In brief, the central point of his argument is that it is wrong to make demands other than the withdrawal of U.S. troops, such as secularism, freedom and egalitarianism, because it would violate the right of Iraqis to self-determination. It obviously is a criticism of the Civil Resistance.

(2) Caneisha Mills' view

Caneisha Mills of the ANSWER Coalition, in 'Socialism and Liberation', the organ of the Party for Socialism and Liberation, issued on November 9th 2004, published her article 'The antiwar movement and the Iraqi resistance,' in which she gives a sweeping criticism of the Iraqi Civil Resistance. [3]

She first points out that 'the biggest obstacle to U.S. domination of Iraq and the Middle East has become the armed resistance to the U.S. military occupation of Iraq,' and states that 'armed resistance, with all the suffering that goes along with it, is the inevitable response by those who seek to reject the neocolonial takeover of their country.' Thus, she declares herself in favor of the armed resistance.

According to her, '"civil resistance" becomes a code for acceptance of the U.S. imperialist project and its puppet regime.' She regards the Iraqi Federation of Trade Unions (IFTU) and the Iraqi Communist Party (ICP) which support the puppet government as another group of the civil resistance, and severely criticizes the Union of Unemployed in Iraq (UUI) and the Organization of Women's Freedom in Iraq (OWFI) for taking 'a more disguised approach' of being against both the U.S. occupation and the armed resistance, which position is more dangerous than the ICP, which supports the puppet government. She criticizes that the UUI demands the U.S.-backed administration provide jobs or $100 a month to unemployed Iraqis. According to Mills, 'the UUI's program accepts the central role of the U.S. military in providing jobs and resources.' She stresses, on the other hand, that armed resistance is supported by the mass of the Iraqi population. Furthermore, she says that 'the UUI's characterization of the Iraqi resistance as "remnants of the Baath regime, nationalist, and Islamic groups" mirrors the propaganda of the occupation forces,' and 'the UUI and its allies isolate themselves from the broad masses of Iraqis who want to drive out the imperialist armies.' During debates in the ZENKO conference, Yanar Mohammed of the OWFI asked, 'Do you want the Iraqi people to have a bright future or to live under a theocracy with no women's rights?' To Mills, this is also a 'disingenuous argument' which 'aims to sow confusion in the progressive movement.' Mills says that 'the Iraqi Communist Party or the Worker-Communist Party of Iraq act as collaborators' with the U.S. occupation, and 'discredit Marxism in the eyes of millions of Iraqis.' ICP and WCPI are said to do violence to the tradition of anti-imperialism shown by Ho Chi Minh, Kim Il Sung, and Mao Tse-tung.

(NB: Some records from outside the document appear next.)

Frames and conventions
----------------------
* Velocities are 3-vectors in m/s along ICRS-aligned (GCRS) Cartesian axes: x toward
  RA = 0°, Dec = 0°; z toward the celestial pole.
* Every preset is the velocity **of the laboratory (or of the body carrying it) relative to a
  hypothesised rest frame**; the "wind" blows the other way.  The 2θ signal depends on the wind
  *axis* only (``cos 2ψ`` is even), so the sign never matters here.
* The site is geodetic (WGS84): latitude north-positive, longitude **east-positive**, elevation
  in metres.  The table plane is the local horizontal (normal = ellipsoid normal).
* Compass azimuths run from north through east.  The table angle θ is measured from the table's
  reference mark in the table's positive sense; with the mark's azimuth ``m`` a compass azimuth
  ``α`` is at ``θ = α − m`` for a table whose positive sense is clockwise seen from above, and
  ``θ = m − α`` for a counterclockwise one (:meth:`Site.table_angle_deg`).
* The predicted term is ``A(t) cos(2(θ − φ(t)))`` with ``A = apparatus.wind_amplitude(v_h)``
  and φ the table angle at which arm 1 lies along the in-plane wind axis, reduced to
  ``[0°, 180°)``.  Equivalently, with ``v_0``, ``v_90`` the in-plane components along θ = 0° and
  θ = 90°: ``c₂ + i s₂ = (A / v_h²)(v_0 + i v_90)²`` — a smooth, quadratic function of the
  velocity, which is why it interpolates well in time.  Without the mark's azimuth only the
  in-plane speed (hence the amplitude) is known; a table-frame phase raises ValueError.

"""

from __future__ import annotations

import functools
import math
import re
from dataclasses import dataclass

She, moreover, points out that 'the UUI and OWFI would be embraced by those sectors of the antiwar movement in the U.S. that try to accommodate to the Democratic Party.' She criticizes that 'these groups oppose the tactics currently used by the U.S. government, but essentially they are only for a nicer, gentler occupation.'

Mills states, as a conclusion, that 'there are two sides in Iraq today [i.e. imperialism vs. armed resistance against it].' In short, Iraqi Civil Resistance is said to stand with U.S. imperialism.